Netanyahu steps up appeal to French Jews after attacks
Paris – This week’s deadly jihadist attacks have again set off a competition between the French and Israeli governments to reassure and secure the affection of France’s increasingly nervous Jewish population.
Not for the first time, Israel’s Prime Minister Benjamin Netanyahu used an attack by Islamic extremists in France to urge the country’s Jews to relocate.
“To all the Jews of France, all the Jews of Europe, I would like to say that Israel is not just the place in whose direction you pray, the state of Israel is your home,” he said in a statement on Saturday.
Responding from outside the Jewish supermarket in Paris where four hostages died on Friday, French Prime Minister Manuel Valls sought to counter Netanyahu’s words.
“France, without its Jews, is not France,” he said.
“The Jews of France, for several years, have been frightened,” he added, before trying to reassure them that “today, we are all Charlie, all police officers, all the Jews of France.”
President Francois Hollande met leaders of the French Jewish community at the Elysee Palace on Sunday morning where he vowed to protect Jewish schools and synagogues with the army if necessary.
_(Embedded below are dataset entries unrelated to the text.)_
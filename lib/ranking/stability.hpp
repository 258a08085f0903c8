#pragma once

#include <cstddef>
#include <cstdint>
#include <optional>
#include <span>
#include <vector>

#include "exact/executor.hpp"
#include "ranking/fit.hpp"
#include "ranking/fit_data.hpp"
#include "ranking/form_family.hpp"

namespace spinsieve {

/// Candidates whose criterion is farther than this from the best are no contenders: a redraw would
/// have to lift them by more than nine standard deviations of a difference of this size.
constexpr double contender_range = 30;

/// Values drawn from a Gaussian around `centre` with the covariance of the data, seeded.
FitData redrawn(const FitData& data, const Eigen::VectorXd& centre, std::uint64_t seed,
                std::uint64_t stream);

/// How often each candidate has the least Akaike criterion when the data are redrawn within their
/// errors around the observed values; candidates that share the first place share the count.
///
/// fits: the best fits to the data, one per candidate. None for candidates that are no contenders.
std::vector<std::optional<double>> stability(const FitData& data,
                                             std::span<const CandidateModel> candidates,
                                             std::span<const Fit> fits, std::size_t draws,
                                             std::uint64_t seed, Executor& executor);

/// Comparison of a candidate with one that contains it.
struct NestedComparison {
  double improvement = 0;  ///< χ² of the inner fit minus that of the outer one.
  double p_value = 1;      ///< (1 + redraws that improve at least as much) / (1 + redraws).
};

/// Parametric bootstrap of the likelihood-ratio test: data are simulated from the best fit of the
/// inner candidate and both are fitted to them.
/// Source: Davison & Hinkley (1997), Bootstrap Methods and their Application, section 4.4;
/// Hamilton (1965), Acta Cryst. 18, 502 is the classical approximation.
NestedComparison nested_comparison(const FitData& data, const CandidateModel& inner,
                                   const CandidateModel& outer, std::size_t draws,
                                   std::uint64_t seed, Executor& executor);

}  // namespace spinsieve
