#pragma once

#include <Eigen/Dense>

#include "ranking/chi_square.hpp"

namespace spinsieve {

/// What a descent ended with.
struct LocalMinimum {
  Eigen::VectorXd x;
  double value = 0;        ///< Of the objective with its constraint terms.
  int iterations = 0;      ///< Evaluations of derivatives.
  bool converged = false;  ///< A point where no direction leads down, to rounding.
};

/// Levenberg–Marquardt descent with exact second derivatives: steps −(H + µ1)⁻¹∇, µ controlled by
/// the ratio of actual to predicted decrease; µ grows until H + µ1 is positive definite, and a
/// saddle is left along its most negative direction.
/// Source: Marquardt (1963), SIAM J. Appl. Math. 11, 431; control of µ after Nielsen (1999),
/// IMM-REP-1999-05, Technical University of Denmark, Eq. (2.4).
LocalMinimum descend(ChiSquare& objective, Eigen::VectorXd start);

}  // namespace spinsieve
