#include "ranking/verdict.hpp"

#include <algorithm>
#include <cmath>
#include <limits>

#include <boost/math/distributions/chi_squared.hpp>

namespace spinsieve {

std::string_view to_string(Verdict verdict) {
  switch (verdict) {
    case Verdict::survives:
      return "survives";
    case Verdict::undetermined:
      return "undetermined";
    case Verdict::rejected:
      return "rejected";
    case Verdict::excluded:
      return "excluded";
  }
  return "";
}

double chi_squared_tail(double chi2, std::size_t degrees) {
  const boost::math::chi_squared distribution(static_cast<double>(degrees));
  return boost::math::cdf(boost::math::complement(distribution, std::max(0.0, chi2)));
}

double chi_squared_quantile(double probability, std::size_t degrees) {
  const boost::math::chi_squared distribution(static_cast<double>(degrees));
  return boost::math::quantile(boost::math::complement(distribution, probability));
}

std::optional<double> p_value(double chi2, std::size_t points, std::size_t effective_parameters) {
  if (effective_parameters >= points) return std::nullopt;
  return chi_squared_tail(chi2, points - effective_parameters);
}

Verdict verdict(double chi2, std::optional<double> lower_bound, std::size_t points,
                std::size_t effective_parameters, double significance) {
  if (points == 0) return Verdict::undetermined;
  const double limit = chi_squared_quantile(significance, points);
  if (lower_bound && *lower_bound > limit) return Verdict::excluded;
  if (effective_parameters >= points)
    return chi2 > limit ? Verdict::rejected : Verdict::undetermined;
  return chi_squared_tail(chi2, points - effective_parameters) < significance ? Verdict::rejected
                                                                              : Verdict::survives;
}

double akaike(double chi2, std::size_t points, std::size_t effective_parameters,
              ErrorScale errors) {
  const auto N = static_cast<double>(points);
  const auto p = static_cast<double>(effective_parameters);
  if (errors == ErrorScale::known) return chi2 + 2 * p;
  const double K = p + 1;
  if (!(N > K + 1)) return std::numeric_limits<double>::infinity();
  return N * std::log(chi2 / N) + 2 * K + 2 * K * (K + 1) / (N - K - 1);
}

std::vector<double> akaike_weights(std::span<const double> criteria) {
  std::vector<double> weights(criteria.size(), 0.0);
  if (criteria.empty()) return weights;
  const double best = *std::ranges::min_element(criteria);
  double sum = 0;
  for (std::size_t i = 0; i < criteria.size(); ++i) {
    weights[i] = criteria[i] == best ? 1.0 : std::exp(-0.5 * (criteria[i] - best));
    sum += weights[i];
  }
  for (double& weight : weights) weight /= sum;
  return weights;
}

}  // namespace spinsieve
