#include "ranking/moments.hpp"

#include <algorithm>
#include <cmath>
#include <numbers>

#include <Eigen/Dense>

namespace spinsieve {

namespace {

using Component = FourierField::Component;

/// Inner products of the unit vectors along a, b, c.
Matrix3 unit_metric(const Cell& cell) {
  Matrix3 result = cell.metric();
  const Vector3 lengths{cell.a(), cell.b(), cell.c()};
  for (std::size_t i = 0; i < 3; ++i)
    for (std::size_t j = 0; j < 3; ++j) result[i][j] /= lengths[i] * lengths[j];
  return result;
}

/// Bilinear, without conjugation.
std::complex<double> product(const Matrix3& metric, const Component& a, const Component& b) {
  std::complex<double> sum = 0;
  for (std::size_t i = 0; i < 3; ++i)
    for (std::size_t j = 0; j < 3; ++j) sum += metric[i][j] * a[i] * b[j];
  return sum;
}

Component conjugate(const Component& a) {
  return {std::conj(a[0]), std::conj(a[1]), std::conj(a[2])};
}

Component component_at(const FourierField& arm, std::size_t parameters, std::size_t atom,
                       const Eigen::VectorXd& c) {
  Component sum{};
  for (std::size_t p = 0; p < parameters; ++p)
    for (std::size_t i = 0; i < 3; ++i)
      sum[i] += c[static_cast<Eigen::Index>(p)] * arm.component(p, atom)[i];
  return sum;
}

double magnitude(const Matrix3& metric, const Component& S, bool self_conjugate) {
  const double square = product(metric, S, conjugate(S)).real();
  if (self_conjugate) return std::sqrt(std::max(0.0, square));
  return std::sqrt(std::max(0.0, 2 * square + 2 * std::abs(product(metric, S, S))));
}

/// Central difference step relative to the largest parameter; the truncation error, its square, is
/// far below any standard error.
constexpr double difference_step = 1e-5;

/// d(value)/dc by central differences.
template <typename Value>
Eigen::VectorXd gradient(const Eigen::VectorXd& c, const Value& value) {
  const double step = difference_step * std::max(1e-12, c.cwiseAbs().maxCoeff());
  Eigen::VectorXd result(c.size());
  for (Eigen::Index p = 0; p < c.size(); ++p) {
    Eigen::VectorXd up = c;
    Eigen::VectorXd down = c;
    up[p] += step;
    down[p] -= step;
    result[p] = (value(up) - value(down)) / (2 * step);
  }
  return result;
}

/// cᵀ Q c = Re(turn · S_a · S_b)-type square of the vector Σ c_p v_p with real v_p.
Eigen::MatrixXd square_form(const Matrix3& metric, const std::vector<Component>& vectors) {
  const auto n = static_cast<Eigen::Index>(vectors.size());
  Eigen::MatrixXd Q(n, n);
  for (Eigen::Index p = 0; p < n; ++p)
    for (Eigen::Index q = 0; q < n; ++q)
      Q(p, q) = product(metric, vectors[static_cast<std::size_t>(p)],
                        vectors[static_cast<std::size_t>(q)])
                    .real();
  return Q;
}

/// Per parameter: the moment of an atom when its modulation stands at a phase (radians).
std::vector<Component> moments_at_phase(const FourierField& arm, std::size_t parameters,
                                        std::size_t atom, double phase) {
  std::vector<Component> result(parameters);
  const std::complex<double> turn = std::polar(1.0, phase);
  for (std::size_t p = 0; p < parameters; ++p)
    for (std::size_t i = 0; i < 3; ++i)
      result[p][i] = arm.self_conjugate ? arm.component(p, atom)[i].real()
                                        : 2 * (arm.component(p, atom)[i] * turn).real();
  return result;
}

/// cᵀ E c = Re or Im of S·S, or S·S*.
enum class Bilinear { norm, real_square, imaginary_square };

Eigen::MatrixXd bilinear_form(const Matrix3& metric, const FourierField& arm,
                              std::size_t parameters, std::size_t atom, Bilinear kind) {
  const auto n = static_cast<Eigen::Index>(parameters);
  Eigen::MatrixXd E(n, n);
  for (Eigen::Index p = 0; p < n; ++p)
    for (Eigen::Index q = 0; q < n; ++q) {
      const Component& a = arm.component(static_cast<std::size_t>(p), atom);
      const Component& b = arm.component(static_cast<std::size_t>(q), atom);
      const std::complex<double> value =
          product(metric, a, kind == Bilinear::norm ? conjugate(b) : b);
      E(p, q) = kind == Bilinear::imaginary_square ? value.imag() : value.real();
    }
  return (E + E.transpose()) / 2;
}

/// Below this part of the field a component counts as zero when a direction is put into words.
constexpr double word_tolerance = 1e-6;

bool in_plane(const Component& v, std::size_t missing, double scale) {
  return std::abs(v[missing]) <= word_tolerance * scale;
}

}  // namespace

std::vector<AtomMoment> atom_moments(const MomentField& field, const Cell& cell,
                                     const Eigen::VectorXd& c) {
  const Matrix3 metric = unit_metric(cell);
  std::vector<AtomMoment> result;
  for (std::size_t a = 0; a < field.arms.size(); ++a) {
    const FourierField& arm = field.arms[a];
    for (std::size_t j = 0; j < arm.atoms.size(); ++j) {
      AtomMoment atom;
      atom.arm = a;
      atom.site = arm.atoms[j].site;
      atom.position = arm.atoms[j].position;
      atom.self_conjugate = arm.self_conjugate;
      atom.moment = component_at(arm, field.parameters, j, c);
      atom.magnitude = magnitude(metric, atom.moment, arm.self_conjugate);
      result.push_back(std::move(atom));
    }
  }
  return result;
}

std::vector<AtomMoment> fitted_moments(const MomentField& field, const Cell& cell, const Fit& fit,
                                       ScaleMeaning meaning) {
  std::vector<AtomMoment> result = atom_moments(field, cell, fit.parameters);
  std::size_t largest = 0;
  for (std::size_t i = 0; i < result.size(); ++i)
    if (result[i].magnitude > result[largest].magnitude) largest = i;
  const double top = result.empty() ? 0 : result[largest].magnitude;
  const bool relative = meaning == ScaleMeaning::relative && top > 0;
  for (std::size_t i = 0; i < result.size(); ++i) {
    if (relative && i == largest) {
      result[i].sigma = 0;
    } else if (result[i].magnitude > word_tolerance * top) {
      const auto value = [&](const Eigen::VectorXd& c) {
        const std::vector<AtomMoment> moments = atom_moments(field, cell, c);
        return relative ? moments[i].magnitude / moments[largest].magnitude : moments[i].magnitude;
      };
      result[i].sigma = standard_error(fit, gradient(fit.parameters, value));
    }
  }
  if (relative)
    for (AtomMoment& atom : result) {
      atom.magnitude /= top;
      for (auto& component : atom.moment) component /= top;
    }
  return result;
}

std::vector<QuadraticLimit> moment_limits(const MomentField& field, const Cell& cell,
                                          std::size_t site, double limit, std::size_t phases) {
  const Matrix3 metric = unit_metric(cell);
  std::vector<QuadraticLimit> result;
  for (const FourierField& arm : field.arms)
    for (std::size_t j = 0; j < arm.atoms.size(); ++j) {
      if (arm.atoms[j].site != site) continue;
      const std::size_t steps = arm.self_conjugate ? 1 : phases;
      for (std::size_t s = 0; s < steps; ++s)
        result.push_back(
            {square_form(metric, moments_at_phase(arm, field.parameters, j,
                                                  std::numbers::pi * static_cast<double>(s) /
                                                      static_cast<double>(steps))),
             limit * limit});
    }
  return result;
}

std::vector<Eigen::MatrixXd> equal_moment_conditions(const MomentField& field, const Cell& cell) {
  const Matrix3 metric = unit_metric(cell);
  std::vector<Eigen::MatrixXd> result;
  const auto add = [&result](const Eigen::MatrixXd& E) {
    if (E.size() > 0 && E.cwiseAbs().maxCoeff() > word_tolerance) result.push_back(E);
  };
  for (const FourierField& arm : field.arms) {
    for (std::size_t j = 0; j < arm.atoms.size(); ++j) {
      if (!arm.self_conjugate) {
        add(bilinear_form(metric, arm, field.parameters, j, Bilinear::real_square));
        add(bilinear_form(metric, arm, field.parameters, j, Bilinear::imaginary_square));
      }
      std::size_t first = 0;
      while (arm.atoms[first].site != arm.atoms[j].site) ++first;
      if (first != j)
        add(bilinear_form(metric, arm, field.parameters, j, Bilinear::norm) -
            bilinear_form(metric, arm, field.parameters, first, Bilinear::norm));
    }
  }
  return result;
}

std::vector<std::string> undetermined_in_words(const MomentField& field, const Cell& cell,
                                               const Fit& fit,
                                               const std::vector<std::string>& parameters) {
  const Matrix3 metric = unit_metric(cell);
  std::vector<std::string> words;
  for (Eigen::Index d = 0; d < fit.undetermined.cols(); ++d) {
    const Eigen::VectorXd direction = fit.undetermined.col(d);
    bool turns = true;        // Every change is at right angles to its moment.
    bool phase_shift = true;  // Every change is i times its component.
    bool shared = false;
    double scale = 0;
    double ratio = 0;
    std::vector<Component> vectors;
    for (const FourierField& arm : field.arms) {
      for (std::size_t j = 0; j < arm.atoms.size(); ++j) {
        const Component m = component_at(arm, field.parameters, j, fit.parameters);
        const Component change = component_at(arm, field.parameters, j, direction);
        const double size = std::sqrt(product(metric, m, conjugate(m)).real());
        const double moved = std::sqrt(product(metric, change, conjugate(change)).real());
        scale = std::max({scale, size, moved});
        if (size > 0 && moved > 0) shared = true;
        const std::complex<double> overlap = product(metric, change, conjugate(m));
        if (std::abs(overlap.real()) > word_tolerance * std::max(size * moved, 1e-300))
          turns = false;
        vectors.push_back(m);
        vectors.push_back(change);
        if (arm.self_conjugate || size == 0) {
          phase_shift = phase_shift && !arm.self_conjugate && moved <= word_tolerance * scale;
          continue;
        }
        const double own = overlap.imag() / (size * size);
        if (ratio == 0) ratio = own;
        Component rest = change;
        for (std::size_t i = 0; i < 3; ++i) rest[i] -= std::complex<double>(0, own) * m[i];
        phase_shift = phase_shift && std::abs(own - ratio) <= word_tolerance &&
                      std::sqrt(product(metric, rest, conjugate(rest)).real()) <=
                          word_tolerance * std::max(size, moved);
      }
    }
    if (phase_shift && shared) {
      words.emplace_back("global phase of the modulation");
      continue;
    }
    if (turns && shared) {
      const std::array<const char*, 3> planes{"bc", "ac", "ab"};
      std::string plane;
      for (std::size_t missing = 0; missing < 3; ++missing)
        if (std::ranges::all_of(vectors,
                                [&](const Component& v) { return in_plane(v, missing, scale); }))
          plane = planes[missing];
      words.push_back(plane.empty() ? "moment direction"
                                    : "moment direction within the " + plane + " plane");
      continue;
    }
    std::string mixed;
    for (Eigen::Index p = 0; p < direction.size(); ++p)
      if (std::abs(direction[p]) > word_tolerance)
        mixed += (mixed.empty() ? "" : ", ") + parameters[static_cast<std::size_t>(p)];
    words.push_back((mixed.find(',') == std::string::npos ? "parameter " : "a combination of ") +
                    mixed);
  }
  return words;
}

}  // namespace spinsieve
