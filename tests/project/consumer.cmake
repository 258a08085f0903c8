# Builds and runs a small project that uses the library: HOW=find_package from an installed copy,
# HOW=add_subdirectory from the source tree. BUILD_TARGET=consumer_object compiles without linking.
function(run)
  execute_process(COMMAND ${ARGN} RESULT_VARIABLE code OUTPUT_VARIABLE text ERROR_VARIABLE text)
  if(NOT code EQUAL 0)
    list(JOIN ARGN " " command)
    message(FATAL_ERROR "${command}\n${text}")
  endif()
endfunction()

file(REMOVE_RECURSE ${WORK_DIR})
if(HOW STREQUAL "find_package")
  run(${CMAKE_COMMAND} --install ${BUILD_DIR} --prefix ${WORK_DIR}/installed)
  run(${WORK_DIR}/installed/bin/spinsieve --version)
endif()
run(${CMAKE_COMMAND} -S ${CMAKE_CURRENT_LIST_DIR}/consumer -B ${WORK_DIR}/build -G ${GENERATOR}
  -DCMAKE_BUILD_TYPE=Debug -DHOW=${HOW} -DSPINSIEVE_SOURCE=${SOURCE_DIR}
  -DCMAKE_PREFIX_PATH=${WORK_DIR}/installed)
run(${CMAKE_COMMAND} --build ${WORK_DIR}/build --target ${BUILD_TARGET})
if(BUILD_TARGET STREQUAL "consumer")
  run(${WORK_DIR}/build/consumer)
endif()
file(REMOVE_RECURSE ${WORK_DIR})
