#pragma once

#include <cstdint>
#include <optional>
#include <span>
#include <string>
#include <vector>

#include "crystal/cell.hpp"
#include "crystal/space_group.hpp"
#include "exact/error.hpp"

namespace spinsieve {

/// One crystallographic site as given: label and an exact representative position.
struct Site {
  std::string label;
  FractionVector position;
  Place place;
};

/// One atom of an orbit: operation · first position = position + lattice vector.
struct OrbitAtom {
  FractionVector position;    ///< Reduced: components in [0, 1) of the conventional cell.
  std::size_t operation = 0;  ///< Lowest index of SpaceGroup::operations() that leads here.
};

/// All atoms of one site in one primitive cell, the listed position first, then in the order of
/// the operations that first reach them. The first atom's position is as given, not reduced; the
/// others are reduced modulo the integers with the smallest centring image.
class Orbit {
 public:
  Orbit(const SpaceGroup& group, const FractionVector& position);

  std::span<const OrbitAtom> atoms() const noexcept { return atoms_; }
  /// Indices of operations that fix the first atom modulo the lattice: the site group.
  std::span<const std::size_t> site_group() const noexcept { return site_group_; }

  struct Image {
    std::size_t atom;      ///< Where the atom goes.
    FractionVector shift;  ///< Lattice vector a: operation · r_j = r_atom + a, exactly.
  };
  Image image(const SpaceGroup& group, std::size_t operation, std::size_t atom) const;

 private:
  std::vector<OrbitAtom> atoms_;
  std::vector<std::size_t> site_group_;
  std::vector<std::uint8_t> atom_of_operation_;  ///< Where each operation sends the first atom.
};

/// Tolerance, in fractional coordinates, within which a site is moved to a special position.
inline const Fraction snap_tolerance{1, 10000};
/// Atoms of one orbit closer than this, in Å, are an error.
constexpr double shortest_contact = 0.5;

struct SnappedPosition {
  FractionVector position;
  bool moved = false;  ///< True when the position was changed, for the report.
};

/// Moves a position within snap_tolerance of a position of higher site symmetry onto it, exactly.
SnappedPosition snapped(const SpaceGroup& group, const FractionVector& position);

/// Throws Error when two atoms of one orbit, or two sites, are closer than shortest_contact (two
/// atoms of one orbit: offer the nearest simple fractions; two sites: name both labels).
void require_distinct_sites(const SpaceGroup& group, const Cell& cell, std::span<const Site> sites);

/// Independent directions in which the position may move without losing its site group, as
/// lattice-basis rows; empty at a fixed point. For printing (x,0,1/4) forms.
std::vector<FractionVector> free_directions(const SpaceGroup& group, const Orbit& orbit);

}  // namespace spinsieve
Speaking after the meeting, Joel Mergui, president of Central Israelite Consistory of France, said: “We can’t reproach any community for thinking about where to raise their children in security… but if France stands up for its democratic society that jihadists want to destroy… then Jews will certainly have fewer doubts about their future.”
Hollande also said he would visit the Grand Synagogue in Paris after Sunday’s mass rally of national solidarity in memory of the 17 victims of this week’s attacks including an assault on the satirical weekly Charlie Hebdo and the supermarket.
A spate of anti-Semitic incidents had already put France’s Jewish community — the third largest in the world at 500,000-600,000 — on edge.
In what President Francois Hollande described as an “unbearable” attack, assailants last month stormed the flat of a young couple, raping the woman and stealing jewellery and bank cards.
“You Jews, you have money,” one of the assailants reportedly told the victims.
Tensions over the recent Gaza conflict also spilled out into the streets in July with looters destroying Jewish businesses and shouting anti-Israeli slogans.
– ‘Come home to Israel’ –
Netanyahu will be among the world leaders attending the march on Sunday.
The Israeli prime minister has tried to lure France’s Jews to his country on a previous occasion, following attacks by Islamist Mohamed Merah in and around Toulouse in southwest France in March 2012.